With this exercise you can learn more about clustering. You learn how to pick suitable parameters for different algorithms and how to interpret results of the clustering of high-dimensional data.
Please note that the biggest challenge of this exercise is not to determine some clusters, but to determine if these clusters are good and what each cluster represents.
Libraries and Data
We use the boston house price data in this exercise. The data is available as part of sklearn
for Python.
Last week we explored the boston data, this week we use it for clustering. You will apply both $k$-means clustering and DB clustering to the boston data using all fourteen columns. Functions for all clustering algorithms are available in sklearn
for Python. If you experience problems, ensure that your sklearn
version is at least 0.22, your matplotlib
version is at least 3.0.1, and your seaborn
version is at least 0.9.0.
There are a couple of problems with clustering data like the boston data, that you will have to solve during this exercise.
- The different features of the data are on different scales, which influences the results.

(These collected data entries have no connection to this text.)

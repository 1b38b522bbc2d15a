package io.github.atomledger.checker.report;

import static org.assertj.core.api.Assertions.assertThat;

import io.github.atomledger.checker.engine.RunResult;

import java.util.List;
import java.util.Map;
import org.junit.jupiter.api.Test;

/**
 * The console summary: levels per line, reasons in words, caps; plain by default, ANSI colour only
 * when asked, colour only on a terminal.
 */
class ConsoleSummaryTest {

    @Test
    void failingFindingsAreErrorsWithNameFileLineAndReasonInWords() {
        List<ConsoleSummary.Line> lines = ConsoleSummary.report(Fixtures.run("charge-gap.xml"), false);
        assertThat(lines.get(0)).isEqualTo(new ConsoleSummary.Line(ConsoleSummary.Level.INFO,
                "charge-gap.xml: 4 reactions (3 internal, 1 sink); 3 errors, 0 warnings, 1 info"));
        assertThat(lines).contains(
                new ConsoleSummary.Line(ConsoleSummary.Level.ERROR, "  3 errors fail the build:"),
                new ConsoleSummary.Line(ConsoleSummary.Level.ERROR, "    R_HEX (charge-gap.xml:20): charge -1: the"
                        + " products' total charge is one lower"),
                new ConsoleSummary.Line(ConsoleSummary.Level.ERROR, "    R_HEX (charge-gap.xml:20): H -1: the products"
                        + " have one hydrogen fewer; adding 1 H+ (h_c) to the products would balance it"));
        assertThat(String.join("\n", ConsoleSummary.lines(Fixtures.run("charge-gap.xml")))).doesNotContain("\u001b[")
                .doesNotContain("(s)").doesNotContain("?");
    }

    @Test
    void balanceLineSaysWhatWasNotCheckedAndWhy() {
        List<String> lines = ConsoleSummary.lines(Fixtures.run("charge-gap.xml"));
        assertThat(lines.get(1)).startsWith("  balance of 3 checked reactions (1 exchange, demand or sink reaction not checked):");
    }

    @Test
    void colouredLinesMarkErrorsAndReactionIds() {
        List<String> lines = ConsoleSummary.lines(Fixtures.run("charge-gap.xml"), true);
        assertThat(lines.get(0)).contains("\u001b[31m3 errors\u001b[0m");
        assertThat(lines).anySatisfy(l -> assertThat(l).startsWith("    \u001b[1mR_HEX\u001b[0m (charge-gap.xml:20)"));
    }

    @Test
    void eachCategoryIsCappedWithTheCountOfTheRest() {
        RunResult demo = DemoReports.run(java.nio.file.Path.of("target"));
        List<ConsoleSummary.Line> lines = ConsoleSummary.report(demo, false);
        // the demo passes: nothing at ERROR, info findings are counted, not listed
        assertThat(lines).noneMatch(l -> l.level() == ConsoleSummary.Level.ERROR);
        assertThat(lines).noneMatch(l -> l.text().contains("balance.exempt"));
    }

    @Test
    void wantsColourOnlyOnAnInteractiveTerminalOutsideCi() {
        assertThat(ConsoleSummary.colourWanted(Map.of("TERM", "xterm-256color"), true)).isTrue();
        assertThat(ConsoleSummary.colourWanted(Map.of("TERM", "xterm-256color"), false)).isFalse();
        assertThat(ConsoleSummary.colourWanted(Map.of("CI", "true"), true)).isFalse();
        assertThat(ConsoleSummary.colourWanted(Map.of("NO_COLOR", "1"), true)).isFalse();
        assertThat(ConsoleSummary.colourWanted(Map.of("TERM", "dumb"), true)).isFalse();
    }
}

- The data has fourteen dimensions. This makes visualizing the clusters difficult. You can try a dimension reduction technique like Principle Component Analysis (PCA) to get only two dimensions or use pair-wise plots. Both have advantages and drawbacks, which you should explore as part of this exercise.
$k$-Means Clustering
Use $k$-Means to cluster the data and find a suitable number of clusters for $k$. Use a combination of knowledge you already have about the data, visualizations, as well as the within-sum-of-squares to determine a suitable number of clusters.
Hierarchical Clustering
(Note: Hierarchical clustering is also known as agglomerative clustering and can be found under that name in sklearn
. This task requires at least sklearn
version 0.22, which is still under development (October 2019). You can find guidance on how to install packages in Jupyter notebook here and regarding the development version of sklearn
here.)
Use hierarchical clustering with single linkage to determine clusters within the housing data. Find a suitable cut-off for the clusters using a dendrogram.
Compare the Clustering Results
How are the clustering results different between the algorithms? Consider, e.g., the number of clusters, the shape of clusters, general problems with using the algorithms, and the insights you get from each algorithm.
You may also use this to better understand the differences between the algorithms. For example, how are the results from EM clustering different/similar to the results of the $k$-Means clustering? Is there a relationship between the WSS and the BIC? How are the mean values of EM related to the centroids of $k$-Means? What is the relationship between the parameters for DBSCAN and the cut-off for the hierarchical clustering?